A chuckle from Saya this time, an insulting one. "I knew you were spoiled and naive, but I don't think you know how much of an entitled bitch you are."

She looked up at the other woman, who had slept with her sworn sword. "You're being vile and offensive."

The condescending smile deepened, seemed sharper around the edges. "Am I?" she said. "Do you even know what you're asking for? What it would take for that to happen? For them to coexist? To share?"

"A compromise." It would take simply that––the willingness to make room for the other to exist, did it not?

Saya laughed out loud, this time. "No, Bharavi," she said, crisply. "It means they will have to share the same goal, the same determination to fight, the same reason to live or die." She rose to her feet. It was done on purpose, to look down at her and make her feel small. "For them to share, you'd have to make Rhykal swear that same oath to fight, to die for you. He will have to love you, and you will have to love them both. That's what it's going to take and that's never going to happen, is it?"

She opened her mouth to speak but couldn't find the words. Saya saw it, and went on with her set of knives.

"A compromise, you say? When have you made room for a compromise? You are the reason why it will never happen. You will always choose your sworn sword, over Rhykal, over the prince who has saved your life more times than you're worth saving, over the safety of everyone, over the cause for which you said you were born to fight. Your love for him will always be the problem. It will destroy the White Desert, if not burn down this entire peninsula."

'You are binding him with the memory of another woman, and you will drag us all to hell with it. This peninsula included.'

There was pain in her head, in her chest, from the wounds on her hand. They hadn't stopped bleeding, those stubs where her missing fingers had been. She suddenly needed more air to breathe, something to relieve these pains. A hand to squeeze. A shoulder. A pair of arms that would have wound around her at this moment had they been present.

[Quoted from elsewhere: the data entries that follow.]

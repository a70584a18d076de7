"""A rational model kept as gain, zeros, poles and dead time: never expanded into coefficients."""

from __future__ import annotations

from dataclasses import dataclass
from typing import TypeAlias

import numpy as np
from numpy.typing import NDArray

FloatArray: TypeAlias = NDArray[np.float64]
ComplexArray: TypeAlias = NDArray[np.complex128]


@dataclass(frozen=True, eq=False)
class Factored:
    """gain · Π(s − zero) / Π(s − pole) · exp(−s · dead_time_s), with real coefficients.

    Roots stand as they were given: a pole and a zero at the same place are both kept, so that a hidden
    cancellation still shows in S, T, C·S and P·S.
    """

    gain: float
    """Factor before the products; never 0."""
    zeros: ComplexArray
    """(m,) [rad/s]; each complex root is followed by its exact conjugate."""
    poles: ComplexArray
    """(n,) [rad/s]; each complex root is followed by its exact conjugate."""
    dead_time_s: float = 0.0

    def __mul__(self, other: Factored) -> Factored:
        """The series connection: roots are concatenated, nothing is cancelled."""
        return Factored(
            self.gain * other.gain,
            np.concatenate([self.zeros, other.zeros]),
            np.concatenate([self.poles, other.poles]),
            self.dead_time_s + other.dead_time_s,
        )

    @property
    def relative_degree(self) -> int:
        """Number of poles minus number of zeros; negative for an improper model."""
        return len(self.poles) - len(self.zeros)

Someone to say those words she needed. The only one who could. Someone who had promised her something one night, and many times thereafter.

'Don't do this alone.'

"Saya," the prince began to protest, and was cut short by the woman who simply wasn't done with what she had to say.

"You want to go to Samarra, then go," said Saya. "But don't think for a second that you'll get to keep them both. There will be blood on your hands, one way or another, and you'll have to live with it. If we die for this, it's your sin to carry. You keep that in mind, Bharavi, while you make your decision."